Source Coding (Data Compression)
Optimal v.s. Optimal on an finite alphabet
Usually, when talking about the limit of lossless compression, the source coding theorem of Shannon is invoked
More generally, one can take $f$ to be a uniquely decodable code $f:\mathcal{A}\to \mathcal{B}^\ast$ where $\mathcal{B}$ is also a finite alphabet (the above case is when $\mathcal{B} = \{0,1\}$), then $$ \frac{H(X)}{\log_2 |\mathcal{B}|}\leq \mathbb{E}[l(f(X))] \leq \frac{H(X)}{\log_2 |\mathcal{B}|} + 1. $$ This is easily seen by changing the base in the definition of Shannon entropy.

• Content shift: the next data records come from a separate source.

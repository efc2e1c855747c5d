"""Film equations of any film method as rows with a Jacobian: its own blocks, or differences of its N."""
from __future__ import annotations

import inspect
import warnings
from collections.abc import Callable
from dataclasses import dataclass
from typing import Any

import numpy as np
from numpy.typing import NDArray

from ..bootstrap import TotalFlux
from ..errors import RateBasedWarning
from ..film import FilmFlux, krishna_standart, linearized
from ..film.blocks import FilmBlocks, coth_blocks, linearized_blocks

Array = NDArray[np.float64]
FilmMethod = Callable[..., FilmFlux]
"""A film function of the package's one signature, f(x0, xd, kappa, c_t, bootstrap, *, gamma=None)."""
FilmRows = Callable[[Array, Array, Array, Array, Array | None, Array | None], FilmBlocks]
"""(N, K, x0, xd, gamma, gamma_slope) -> `FilmBlocks`."""

STEP = 1e-5


def rows_of(film: FilmMethod) -> FilmRows:
    """The rows of a film method: coth form, its linearised form, or differences."""
    if film is krishna_standart:
        return coth_blocks
    if film is linearized:
        return linearized_blocks
    return DifferencedRows(film)


@dataclass(frozen=True)
class DifferencedRows:
    """Rows (N_i - f_i) Kbar, f the fluxes of the method at the total flux of N, Kbar the mean resistance of the film.

    The method is called once for the point and all its neighbours: mole numbers of both faces (forward, second order,
    never off the simplex) and the total flux (central).
    """

    film: FilmMethod

    def __call__(self, N: Array, K: Array, x0: Array, xd: Array, gamma: Array | None,
                 gamma_slope: Array | None) -> FilmBlocks:
        n = N.shape[-1]
        batch = np.broadcast_shapes(N.shape[:-1], K.shape[:-2], x0.shape[:-1], xd.shape[:-1],
                                    () if gamma is None else gamma.shape[:-2])
        K = np.broadcast_to(K, (*batch, n, n))
        faces = [_on_simplex(np.broadcast_to(x, (*batch, n))) for x in (x0, xd)]
        N_t = np.broadcast_to(N.sum(-1), batch)
        mean_K = K.sum((-1, -2)) / (n * (n - 1))
        step_N = STEP / mean_K
        states, totals = [faces, faces, faces], [N_t, N_t + step_N, N_t - step_N]
        moves: list[tuple[int, int, float]] = []
        for face in (0, 1):
            for j in range(n):
                for length in (STEP, 2.0 * STEP):
                    moves.append((face, j, length))
                    moved = faces[face] / (1.0 + length)
                    moved[..., j] += length / (1.0 + length)
                    states.append([moved, faces[1]] if face == 0 else [faces[0], moved])
                    totals.append(N_t)
        gammas = None
        if gamma is not None:
            gammas = np.stack([gamma] * 3 + [gamma + self._drift(faces[face], gamma_slope, j, length)
                                             for face, j, length in moves])
        with np.errstate(divide="ignore"):
            kappa = np.where(K > 0, 1.0 / K, 1.0)
        f = self._fluxes(np.stack([s[0] for s in states]), np.stack([s[1] for s in states]), kappa,
                         TotalFlux(np.stack(totals)), gammas)
        weight = mean_K[..., None]
        by_total = (f[1] - f[2]) / (2.0 * step_N)[..., None]
        dN = (np.eye(n) - by_total[..., None])[..., :-1, :] * weight[..., None]
        by_mole = (-3.0 * f[0] + 4.0 * f[3::2] - f[4::2]) / (2.0 * STEP)
        slopes = []
        for face in (0, 1):
            columns = by_mole[face * n:(face + 1) * n]
            slopes.append(-np.moveaxis(columns[:-1] - columns[-1], 0, -1)[..., :-1, :] * weight[..., None])
        size = (np.abs(N) + np.abs(f[0])).max(-1) * mean_K
        return FilmBlocks(((N - f[0]) * weight)[..., :-1], dN, slopes[0], slopes[1], size)

    @staticmethod
    def _drift(x: Array, slope: Array | None, j: int, length: float) -> Array | float:
        """Change of [Gamma], taken at the mean of the faces, when `length` moles of j join one face."""
        if slope is None:
            return 0.0
        along = -(x[..., :-1, None, None] * slope).sum(-3)
        if j < x.shape[-1] - 1:
            along = along + slope[..., j, :, :]
        return np.asarray(0.5 * length * along)

    def _fluxes(self, x0: Array, xd: Array, kappa: Array, bootstrap: TotalFlux, gamma: Array | None) -> Array:
        options: dict[str, Any] = {} if gamma is None else {"gamma": gamma}
        if "throw" in inspect.signature(self.film).parameters:
            options["throw"] = False
        with warnings.catch_warnings():
            warnings.simplefilter("ignore", RateBasedWarning)     # about iterates, not about the answer
            N: Any = self.film(x0, xd, kappa, np.ones(()), bootstrap, **options).N
        return np.array(N, dtype=np.float64)


def _on_simplex(x: Array) -> Array:
    x = np.maximum(x, 0.0)
    return x / x.sum(-1, keepdims=True)
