"""Geometry as pure functions on arrays: meetings of circles and lines, rigid fits, angles."""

However, it needs to be stressed that a coding $f$ is not necessarily from a finite alphabet, and that actual optimal coding can have expected code length smaller than Shannon entropy.
First note that lossless compression is only possible for discrete random variables since the target alphabet is finite, and in particular, $\{0,1\}^\ast$ is countable; the coding $f:\mathcal{X} \to \{0,1\}^\ast$ must be injective for $f$ to be a lossless compression, where $\mathcal{X}$ is the space of random variables. Thus $\mathcal{X}\cong\mathbb{N}$. Now relabel $\mathcal{X}$, that is, let $\mathcal{X}=\{X_1, X_2, ...\}$, s.t. $P_X(i) \geq P_X(i+1)$. An optimal coding of $\mathcal{X}$ is then the coding $f_{op}$ that is
- maps $X_1$ to $\emptyset$,
- maps $X_i$ to the binary sequence that represents $i-1$.

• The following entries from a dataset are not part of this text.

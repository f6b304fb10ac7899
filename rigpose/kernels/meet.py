"""Meetings of circles and lines in the plane.

Points are arrays ``(2, ...)``: coordinates lead, any batch axes follow and broadcast. Every
meeting with two ways returns ``(base, side, sine2, sine)``: the two points are ``base + side`` and
``base - side``, and ``sine2`` is the squared sine of the angle at which the two curves cross.
It is zero where they touch and negative where they do not meet; ``side`` and ``sine`` are NaN
there.
"""

from __future__ import annotations

import numpy as np
from numpy.typing import NDArray

Array = NDArray[np.float64]
Crossing = tuple[Array, Array, Array, Array]


def perp(v: Array) -> Array:
    """The vectors ``(2, ...)`` turned by a quarter, counter-clockwise."""
    out = np.empty_like(v)
    np.negative(v[1], out=out[0])
    out[1] = v[0]
    return out


def dot(a: Array, b: Array) -> Array:
    """Scalar products along the leading axis: ``(dim, ...)`` to ``(...)``."""
    total: Array = a[0] * b[0]
    for k in range(1, len(a)):
        total += a[k] * b[k]
    return total


def cross(a: Array, b: Array) -> Array:
    """``a[0] b[1] - a[1] b[0]`` for vectors ``(2, ...)``."""
    out: Array = a[0] * b[1]
    out -= a[1] * b[0]
    return out


def circle_circle(
    c1: Array, r1: Array | float, c2: Array, r2: Array | float
) -> Crossing:
    """Circles about ``c1`` and ``c2``; ``base + side`` lies left of the way from c1 to c2.

    The squared height comes from Heron's product of sums, which keeps its digits where the
    circles nearly touch; the difference ``r1**2 - a**2`` does not.
    """
    d = c2 - c1
    d2 = d[0] * d[0]
    d2 += d[1] * d[1]
    far = (r1 + r2) * (r1 + r2)
    near = (r1 - r2) * (r1 + r2)
    thin = (r1 - r2) * (r1 - r2)
    product = r1 * r2
    sine2 = (far - d2) * (d2 - thin)
    sine2 *= 0.25 / (product * product)
    inverse = 1.0 / d2
    along = 0.5 + (0.5 * near) * inverse
    sine = np.sqrt(sine2)
    height = sine * inverse
    height *= product
    base = d * along
    base += c1
    side = np.empty_like(base)
    np.multiply(d[1], height, out=side[0])
    np.negative(side[0], out=side[0])
    np.multiply(d[0], height, out=side[1])
    return base, side, sine2, sine


def line_circle(
    through: Array, direction: Array, centre: Array, radius: Array | float
) -> Crossing:
    """A line (unit ``direction``) with a circle; ``base + side`` is the later one on the line."""
    w = centre - through
    off = cross(direction, w)
    ratio = off / radius
    sine2 = (1.0 - ratio) * (1.0 + ratio)
    base = through + direction * dot(direction, w)
    sine = np.sqrt(sine2)
    side = direction * (sine * radius)
    return base, side, sine2, sine


def line_line(p: Array, u: Array, q: Array, v: Array) -> tuple[Array, Array]:
    """Lines with unit directions; their point and the sine of the angle between them."""
    sine = cross(u, v)
    point = p + u * (cross(q - p, v) / sine)
    return point, np.abs(sine)


def turn(a: Array, b: Array, c: Array) -> Crossing:
    """Solves ``a cos t + b sin t = c``; points are ``(cos t, sin t)``.

    ``base + side`` is the solution that lies counter-clockwise of the direction (a, b).
    """
    r2 = a * a + b * b
    inverse = 1.0 / r2
    sine2 = 1.0 - (c * c) * inverse
    along = c * inverse
    sine = np.sqrt(sine2)
    height = sine * np.sqrt(inverse)
    base = np.stack(np.broadcast_arrays(a * along, b * along))
    side = np.stack(np.broadcast_arrays(-b * height, a * height))
    return base, side, sine2, sine


def unit(v: Array) -> Array:
    """Vectors ``(dim, ...)`` at length one; zero vectors become NaN."""
    return v / np.sqrt(dot(v, v))


def rotated(v: Array, angle: Array | float) -> Array:
    """Vectors ``(2, ...)`` turned counter-clockwise by ``angle`` (radians)."""
    c, s = np.cos(angle), np.sin(angle)
    return np.stack(np.broadcast_arrays(c * v[0] - s * v[1], s * v[0] + c * v[1]))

The length of the codeword is given by $l(f_{op}(X_n)) = \lfloor \log_2 n \rfloor $ (obvious). The coding $f_{op}$ is optimal, in that for any lossless coding $f$ the length $l(f(X))$ stochastic dominates $l(f_{op})$ for any $X$: the cumulative distribution function of $l(f(X))$ is smaller or equal to $l(f_{op}(X))$ pointwise (i.e. for every $X$), or equivalently $$ \mathbb{P}[l(f(X)) \leq k] \leq \mathbb{P}[l(f_{op}(X))\leq k] $$ for any $k\in \mathbb{R}$ and $X\in\mathcal{X}$. The proof is easy. For the coding $f_{op}$, we have $$ H(X) - \log_2[\exp(H(X)+1)] \leq \mathbb{E}[l(f_{op}(X))]\leq H(X), $$ so while the bound is again given by $H(X)$, the Shannon entropy $H(X)$ is not really the "limit" of compression of $X$.

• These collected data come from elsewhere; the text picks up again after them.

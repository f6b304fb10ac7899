"""Meetings of spheres, planes and lines in space.

Points are arrays ``(3, ...)``: coordinates lead, any batch axes follow and broadcast. Meetings
with two ways return ``(base, side, sine2, sine)`` as those of the plane: the two points are
``base + side`` and ``base - side``, and ``sine2`` is the squared volume that the unit normals of
the three surfaces span there: zero where they touch, negative where they don't meet.
"""

from __future__ import annotations

import numpy as np

from rigpose.kernels.meet import Array, Crossing, dot


def cross3(a: Array, b: Array) -> Array:
    """Cross products of vectors ``(3, ...)``."""
    return np.stack(np.broadcast_arrays(
        a[1] * b[2] - a[2] * b[1], a[2] * b[0] - a[0] * b[2], a[0] * b[1] - a[1] * b[0]))


def three_spheres(c1: Array, r1: Array | float, c2: Array, r2: Array | float, c3: Array,
                  r3: Array | float) -> Crossing:
    """Spheres about three centres; ``base + side`` lies where the centres turn counter-clockwise
    as seen from it (the normal is ``(c2 - c1) x (c3 - c1)``)."""
    e, f = c2 - c1, c3 - c1
    n = cross3(e, f)
    n2 = dot(n, n)
    # Along e and f the point is where the differences of the spheres' equations put it.
    p = 0.5 * (dot(e, e) + (r1 - r2) * (r1 + r2))
    q = 0.5 * (dot(f, f) + (r1 - r3) * (r1 + r3))
    w = (p * cross3(f, n) + q * cross3(n, e)) / n2
    height2 = _square_gap(r1, w)
    sine2 = height2 * n2 / (r1 * r2 * r3) ** 2
    side = n * np.sqrt(height2 / n2)
    return c1 + w, side, sine2, np.sqrt(sine2)


def _square_gap(radius: Array | float, w: Array) -> Array:
    """``radius^2 - |w|^2`` as a product, which keeps its digits near zero."""
    far = np.sqrt(dot(w, w))
    gap: Array = (radius - far) * (radius + far)
    return gap


def spheres_plane(c1: Array, r1: Array | float, c2: Array, r2: Array | float, through: Array,
                  normal: Array) -> Crossing:
    """Two spheres with a plane of unit normal; ``base + side`` lies to the left of the way from
    c1 to c2 as seen from the tip of the normal."""
    e = c2 - c1
    t = dot(through - c1, normal)
    ahead = cross3(normal, e)
    a2 = dot(ahead, ahead)
    p = 0.5 * (dot(e, e) + (r1 - r2) * (r1 + r2))
    # w = t normal + s (ahead x normal) with w . e = p; ahead x normal = e - (e . normal) normal.
    flat = cross3(ahead, normal)
    s = (p - t * dot(normal, e)) / a2
    w = t * normal + s * flat
    height2 = _square_gap(r1, w)
    sine2 = height2 * a2 / (r1 * r2) ** 2
    side = ahead * np.sqrt(height2 / a2)
    return c1 + w, side, sine2, np.sqrt(sine2)


def line_sphere(through: Array, direction: Array, centre: Array, radius: Array | float) -> Crossing:
    """A line (unit ``direction``) with a sphere; ``base + side`` is the later one on the line."""
    w = centre - through
    along = dot(direction, w)
    off = w - direction * along
    height2 = _square_gap(radius, off)
    sine2 = height2 / (radius * radius)
    sine = np.sqrt(sine2)
    return through + direction * along, direction * (sine * radius), sine2, sine


def line_plane(p: Array, d: Array, through: Array, normal: Array) -> tuple[Array, Array]:
    """A line (unit d) with a plane: their point and the sine of the angle between them."""
    sine = dot(d, normal)
    return p + d * (dot(through - p, normal) / sine), np.abs(sine)


def planes_line(p1: Array, n1: Array, p2: Array, n2: Array) -> tuple[Array, Array, Array]:
    """The line of two planes: a point, its unit direction, the sine between the planes."""
    d = cross3(n1, n2)
    long2 = dot(d, d)
    t1, t2 = dot(p1, n1), dot(p2, n2)
    point = (t1 * cross3(n2, d) + t2 * cross3(d, n1)) / long2
    sine = np.sqrt(long2)
    return point, d / sine, sine


def about(axis: Array, reference: Array) -> tuple[Array, Array]:
    """Two unit vectors square to a unit axis: towards ``reference`` and a quarter turn on."""
    flat = reference - axis * dot(axis, reference)
    first = flat / np.sqrt(dot(flat, flat))
    return first, cross3(axis, first)


def frame(e: Array, f: Array) -> tuple[Array, Array, Array]:
    """The right-handed orthonormal frame of two vectors not in line, the first along e."""
    x = e / np.sqrt(dot(e, e))
    y, z = about(x, f)
    return x, y, z


def turn_about(f: Array, p: Array, q: Array, s: Array) -> Array:
    """The angle about the axis p to q from f to s, by the right hand, in radians."""
    u = q - p
    u = u / np.sqrt(dot(u, u))
    first, second = about(u, f - p)
    w = s - p
    return np.asarray(np.arctan2(dot(second, w), dot(first, w)))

Of course the problem with $f_{op}$ is that one needs to order the probability mass functions first, and the domain of $f_{op}$ is not a finite alphabet. By contrast, a uniquely decodable code $f:\mathcal{A}\to \{0,1\}^*$ that is the subject of the source coding theorem is defined on an finite alphabet $\mathcal{A}$, and then extended to $\mathcal{A}^+$ to implement an actual coding, so that the coding can be defined on a finite alphabet and be implemented on any words on the alphabet. Also, something about $\mathcal{X}$ is hidden in the definition of $f_{op}$, namely, the ordering given by the pmf, whereas in a uniquely decodable code only the ordering on $\mathcal{A}$ can be "hidden". Nevertheless this is still a bound, that can said to be "the limit of compression", while actually one should consider Kolmogorov complexity, and further complications arise due to various non-invariant constructions in computability theory, e.g. the choice of Turing machines.